> Task to complete:
Beneath this sentence is a set of records; write each of them out exactly.

> Source material:

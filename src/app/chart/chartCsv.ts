import type { ChartView } from '../../engine/contract.ts';
import { writeCsv } from '../../record/csv.ts';
import { orderAt, placeInRange } from './likeColours.ts';
import { type ChartSetup, lightWords, observerWords, surfaceWords } from './setupWords.ts';

const HEADER = [
  'thickness_nm',
  'order',
  'X',
  'Y',
  'Z',
  'L_star',
  'a_star',
  'b_star',
  'linear_srgb_r',
  'linear_srgb_g',
  'linear_srgb_b',
  'srgb_r_8bit',
  'srgb_g_8bit',
  'srgb_b_8bit',
  'ciede2000_per_nm',
  'within_resolvable_range',
  'film',
  'surface',
  'light',
  'incidence_deg',
  'observer',
];

/** Digits that single-precision figures hold. */
const figure = (value: number | undefined) => (value === undefined ? null : Number(value.toPrecision(6)));

/**
 * The chart as a table, one thickness a row. The set-up stands in every row: rows that are cut out or joined with those
 * of another chart still say what they hold for.
 */
export function chartCsv(view: ChartView, setup: ChartSetup): string {
  const film = typeof setup.film === 'string' ? setup.film : JSON.stringify(setup.film);
  const fixed = [
    film,
    surfaceWords(setup),
    lightWords(setup.light),
    setup.incidenceDeg ?? 0,
    observerWords(setup.camera),
  ];
  const triple = (values: Float32Array | Uint8Array, j: number) =>
    [0, 1, 2].map((c) => figure(values[3 * j + c]));
  return writeCsv(
    HEADER,
    Array.from({ length: view.count }, (_, j) => {
      const nm = j * view.stepNm;
      return [
        nm,
        orderAt(nm, view.orderBoundariesNm),
        ...triple(view.xyz, j),
        ...triple(view.lab, j),
        ...triple(view.linearRgb, j),
        ...triple(view.displayRgb, j),
        figure(view.sensitivityPerNm[j]),
        placeInRange(view, nm) === 'within' ? 'yes' : 'no',
        ...fixed,
      ];
    }),
  );
}
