import { useState } from 'preact/hooks';
import type { ChartView } from '../../engine/contract.ts';
import { hand } from '../exportFiles.ts';
import { chartCsv } from './chartCsv.ts';
import { chartSvg } from './chartSvg.ts';
import { type ChartSetup, fileStem } from './setupWords.ts';
import { svgToPng } from './svgToPng.ts';

/** Version of the app, from package.json at build time. */
declare const __APP_VERSION__: string;

/** Files and the pocket card. */
export function TakeAway({ view, setup }: { readonly view: ChartView; readonly setup: ChartSetup }) {
  const [failure, setFailure] = useState<string | null>(null);
  const stem = `chart-${fileStem(setup)}`;
  const sheet = () => chartSvg(view, setup, __APP_VERSION__);
  const picture = async () => {
    setFailure(null);
    try {
      hand(`${stem}.png`, await svgToPng(sheet()));
    } catch (error) {
      setFailure(error instanceof Error ? error.message : String(error));
    }
  };
  return (
    <section aria-label="Save" class="chart-takeaway">
      <button type="button" class="primary" onClick={() => print()}>
        Print a pocket card
      </button>
      <div class="chart-files">
        <button type="button" onClick={() => void picture()}>
          PNG
        </button>
        <button
          type="button"
          onClick={() => hand(`${stem}.svg`, new Blob([sheet()], { type: 'image/svg+xml' }))}
        >
          SVG
        </button>
        <button
          type="button"
          onClick={() => hand(`${stem}.csv`, new Blob([chartCsv(view, setup)], { type: 'text/csv' }))}
        >
          CSV
        </button>
      </div>
      {failure ? (
        <p role="alert" class="warn">
          {failure}
        </p>
      ) : null}
      <p class="small quiet">The set-up stands on all of them. Cut the card out along its frame.</p>
    </section>
  );
}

> Result of this exercise:
filename src/app/chart/chartCsv.ts
import type { ChartView } from '../../engine/contract.ts';
import { writeCsv } from '../../record/csv.ts';
import { orderAt, placeInRange } from './likeColours.ts';
import { type ChartSetup, lightWords, observerWords, surfaceWords } from './setupWords.ts';

const HEADER = [
  'thickness_nm',
  'order',
  'X',
  'Y',
  'Z',
  'L_star',
  'a_star',
  'b_star',
  'linear_srgb_r',
  'linear_srgb_g',
  'linear_srgb_b',
  'srgb_r_8bit',
  'srgb_g_8bit',
  'srgb_b_8bit',
  'ciede2000_per_nm',
  'within_resolvable_range',
  'film',
  'surface',
  'light',
  'incidence_deg',
  'observer',
];

/** Digits that single-precision figures hold. */
const figure = (value: number | undefined) => (value === undefined ? null : Number(value.toPrecision(6)));

/**
 * The chart as a table, one thickness a row. The set-up stands in every row: rows that are cut out or joined with those
 * of another chart still say what they hold for.
 */
export function chartCsv(view: ChartView, setup: ChartSetup): string {
  const film = typeof setup.film === 'string' ? setup.film : JSON.stringify(setup.film);
  const fixed = [
    film,
    surfaceWords(setup),
    lightWords(setup.light),
    setup.incidenceDeg ?? 0,
    observerWords(setup.camera),
  ];
  const triple = (values: Float32Array | Uint8Array, j: number) =>
    [0, 1, 2].map((c) => figure(values[3 * j + c]));
  return writeCsv(
    HEADER,
    Array.from({ length: view.count }, (_, j) => {
      const nm = j * view.stepNm;
      return [
        nm,
        orderAt(nm, view.orderBoundariesNm),
        ...triple(view.xyz, j),
        ...triple(view.lab, j),
        ...triple(view.linearRgb, j),
        ...triple(view.displayRgb, j),
        figure(view.sensitivityPerNm[j]),
        placeInRange(view, nm) === 'within' ? 'yes' : 'no',
        ...fixed,
      ];
    }),
  );
}
import { useState } from 'preact/hooks';
import type { ChartView } from '../../engine/contract.ts';
import { hand } from '../exportFiles.ts';
import { chartCsv } from './chartCsv.ts';
import { chartSvg } from './chartSvg.ts';
import { type ChartSetup, fileStem } from './setupWords.ts';
import { svgToPng } from './svgToPng.ts';

/** Version of the app, from package.json at build time. */
declare const __APP_VERSION__: string;

/** Files and the pocket card. */
export function TakeAway({ view, setup }: { readonly view: ChartView; readonly setup: ChartSetup }) {
  const [failure, setFailure] = useState<string | null>(null);
  const stem = `chart-${fileStem(setup)}`;
  const sheet = () => chartSvg(view, setup, __APP_VERSION__);
  const picture = async () => {
    setFailure(null);
    try {
      hand(`${stem}.png`, await svgToPng(sheet()));
    } catch (error) {
      setFailure(error instanceof Error ? error.message : String(error));
    }
  };
  return (
    <section aria-label="Save" class="chart-takeaway">
      <button type="button" class="primary" onClick={() => print()}>
        Print a pocket card
      </button>
      <div class="chart-files">
        <button type="button" onClick={() => void picture()}>
          PNG
        </button>
        <button
          type="button"
          onClick={() => hand(`${stem}.svg`, new Blob([sheet()], { type: 'image/svg+xml' }))}
        >
          SVG
        </button>
        <button
          type="button"
          onClick={() => hand(`${stem}.csv`, new Blob([chartCsv(view, setup)], { type: 'text/csv' }))}
        >
          CSV
        </button>
      </div>
      {failure ? (
        <p role="alert" class="warn">
          {failure}
        </p>
      ) : null}
      <p class="small quiet">The set-up stands on all of them. Cut the card out along its frame.</p>
    </section>
  );
}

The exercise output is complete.